Consensus protocols such as Raft and Paxos implement state machine replication through a single leader that enforces a totally ordered log. While this simplifies correctness, it introduces sequential bottlenecks that restrict scalability. We present RIOT, a generalized consensus protocol that eliminates centralized leadership and log replication in favor of decentralized coordination over a directed acyclic graph (DAG) of entries. RIOT guarantees that all servers maintain a logically identical DAG, preserving order where conflicts require it while allowing commutative operations to execute concurrently. RIOT is motivated by our work on distributed graph databases,which must guarantee reciprocal consistency for edges that span shards. Unlike specialized transaction protocols, RIOT makes no assumptions about concurrency control or transaction models. It provides a replicated state machine abstraction that integrates cleanly with transactional databases, treating DAG entries as transaction placeholders. Both single-phase and two-phase variants are supported, ensuring atomic agreement on entries and their ordering constraints. We integrate RIOT with Neo4j and evaluate it against Neo4j’s production Raft implementation. For common workloads, RIOT delivers up to 2.5× higher throughput and 2.3× lower tail latency while matching the strong consistency guarantees of log-based consensus. In doing so, RIOT demonstrates how consensus can be generalized to unlock scalability for transactional databases at scale.

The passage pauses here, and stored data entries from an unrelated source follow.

def _skfmm_times(grid, slowness, src, refine):
    """scikit-fmm travel_time on a grid ``refine`` times finer, order 2, one-cell source."""
    h = grid.cell_m[0] / refine
    fine = np.repeat(np.repeat(np.repeat(slowness, refine, 0), refine, 1), refine, 2)
    centres = [grid.origin_m[a] + h * (np.arange(fine.shape[a]) + 0.5) for a in range(3)]
    idx = [int(np.argmin(np.abs(centres[a] - src[a]))) for a in range(3)]
    phi = np.ones(fine.shape)
    phi[tuple(idx)] = -1
    t = skfmm.travel_time(phi, 1 / fine, dx=h, order=2)
    return centres, np.asarray(t)


def test_against_skfmm_fine_grid():
    grid = Grid((0, 0, 0), (1, 1, 1), (24, 20, 20))
    s = _smooth_model(grid)
    src = np.array([4.5, 10.5, 10.5])
    mine = travel_time_field(grid, s, src)
    centres, ref = _skfmm_times(grid, s, src, 4)
    # compare at cell centres of the model grid that are nodes-of-centres of the fine grid
    rng = np.random.default_rng(2)
    idx = rng.integers(0, [96, 80, 80], (800, 3))
    pts = np.c_[centres[0][idx[:, 0]], centres[1][idx[:, 1]], centres[2][idx[:, 2]]]
    d = np.linalg.norm(pts - src, axis=1)
    keep = d >= 8
    e_mine = _rel(mine.interpolate(pts[keep]), ref[idx[keep, 0], idx[keep, 1], idx[keep, 2]])
    # naive skfmm on the model grid itself
    c1, naive = _skfmm_times(grid, s, src, 1)
    ii = np.clip(np.round((pts[keep] - 0.5) / 1.0).astype(int), 0, [23, 19, 19])
    on_centre = np.all(np.abs(pts[keep] - (ii + 0.5)) < 0.2, axis=1)
    e_naive = _rel(naive[ii[:, 0], ii[:, 1], ii[:, 2]][on_centre], ref[idx[keep, 0], idx[keep, 1], idx[keep, 2]][on_centre])
    print(f"vs skfmm 4x order 2: mine median {np.median(e_mine):.2e} max {e_mine.max():.2e}; "
          f"naive skfmm 1 m median {np.median(e_naive):.2e} max {e_naive.max():.2e}")
    # skfmm 4x finer still starts from a one-cell source (about 0.5 % error of
    # its own near the source), so it cannot referee 0.1 %: assert only that
    # this solver is closer to it than skfmm run naively on the model grid
    assert np.median(e_mine) < 0.5 * np.median(e_naive)
    assert e_mine.max() < e_naive.max()


# ------------------------------------------------------------- 5. Fermat
def _fermat_ratio():
    grid = Grid((0, 0, 0), (1, 1, 1), (30, 20, 20))
    s = np.full(grid.shape, 1 / ROCK_M_PER_NS)
    c = grid.cell_centres_m()
    s[np.linalg.norm(c - np.array([15, 10, 10]), axis=-1) <= 4] = 1 / SPEED_OF_LIGHT_M_PER_NS
    src = np.array([2.2, 10.1, 9.7])
    f = travel_time_field(grid, s, src)
    rng = np.random.default_rng(9)
    rx = np.c_[rng.uniform(20, 30, 300), rng.uniform(0, 20, 300), rng.uniform(0, 20, 300)]
    straight = straight_ray_matrix(grid, np.repeat(src[None], len(rx), 0), rx) @ s.ravel()
    return f.interpolate(rx) / straight


def test_never_later_than_straight_ray_target():
    # Fermat's principle: the first arrival is no later than any path's time,
    # the straight ray included. measured: none later (18 of 300, worst 0.29 %,
    # before the additive factor of the wave in the void)
    assert np.all(_fermat_ratio() <= 1 + 1e-3)


def test_never_later_than_straight_ray_level():
    ratio = _fermat_ratio()
    assert np.all(ratio <= 1.005)
    assert np.any(ratio < 0.97)  # the void really pulls rays in


# ---------------------------------------------------------- bad inputs
@pytest.mark.parametrize("slow, src, message", [
    (np.ones((3, 3)), (1, 1, 1), "slowness_ns_per_m has shape"),
    ("nan", (1, 1, 1), "slowness_ns_per_m holds NaN"),
    ("zero", (1, 1, 1), "slowness_ns_per_m must be > 0"),
    (None, (1, 1, 9), "source_xyz_m"),
    (None, (1, 1), "source_xyz_m has shape"),
    (None, (1, np.nan, 1), "source_xyz_m holds NaN"),
])
def test_bad_inputs(slow, src, message):
    grid = Grid((0, 0, 0), (1, 1, 1), (4, 4, 4))
    s = np.full(grid.shape, 8.0)
    if isinstance(slow, np.ndarray):
        s = slow
    elif slow == "nan":
        s[1, 1, 1] = np.nan
    elif slow == "zero":
        s[1, 1, 1] = 0.0
    with pytest.raises(ValueError, match=message):
        travel_time_field(grid, s, src)


def test_outside_box_message():
    grid = Grid((0, 0, 0), (1, 1, 1), (4, 4, 4))
    with pytest.raises(ValueError, match="outside the model box"):
        travel_time_field(grid, np.full(grid.shape, 8.0), (1, 1, 4.5))


def test_bad_options():
    with pytest.raises(ValueError, match="EikonalOptions.refine"):
        EikonalOptions(refine=0)


def test_input_not_modified():
    grid = Grid((0, 0, 0), (1, 1, 1), (4, 4, 4))
    s = np.full(grid.shape, 8.0)
    s0 = s.copy()
    travel_time_field(grid, s, (1.5, 1.5, 1.5))
    assert np.array_equal(s, s0)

TuskFlow: An Efficient Graph Database for Long-Running Transactions

Mammoth transactions, which involve long-running operations that access many items, are common in graph workloads. Graph analytics tasks, including pattern matching and graph algorithms, can generate large read-write operations that impact signi!cant portions of data, which makes their execution challenging under strict isolation guarantees. Consequently, we face an apparent trade-off between ensuring high isolation and achieving high performance, forcing users to choose between the two. In this work, we present TuskFlow, an experimental graph database based on Neo4j, designed to e#ciently handle mammoth transactions on graphs (the technique is applicable to other models such as relational) while maintaining existing transactional semantics. TuskFlow employs a deterministic protocol that safely reorders regular transactions around mammoths within an epoch. Our protocol supports parallel mammoth execution inspired by graph-parallel algorithms. To minimize con$icts with regular transactions, TuskFlow introduces query- and workload-aware optimizations, including graph entity tagging and partitioning. Our experiments demonstrate that, unlike traditional protocols like two-phase locking or MVCC, TuskFlow avoids blocking write transactions and improves tail latency by up to 45x.

Socal Media

Twitter and BlueSky

I have Twitter and BlueSky accounts which are mixture of chatter with friends and colleagues, some computing science things, and a dash of left politics.

Following the example of Jonthan Dowland, my Twitter feed has a sliding window of 90 days worth of tweets. I like Twitter (somewhat) for conversations, but as a system of record much less so.

Facebook, Instagram, Snapchat etc.

I’m not on any other social media sites, I prefer email. If you meet a Jim Webber on any other platforms, it’s not me.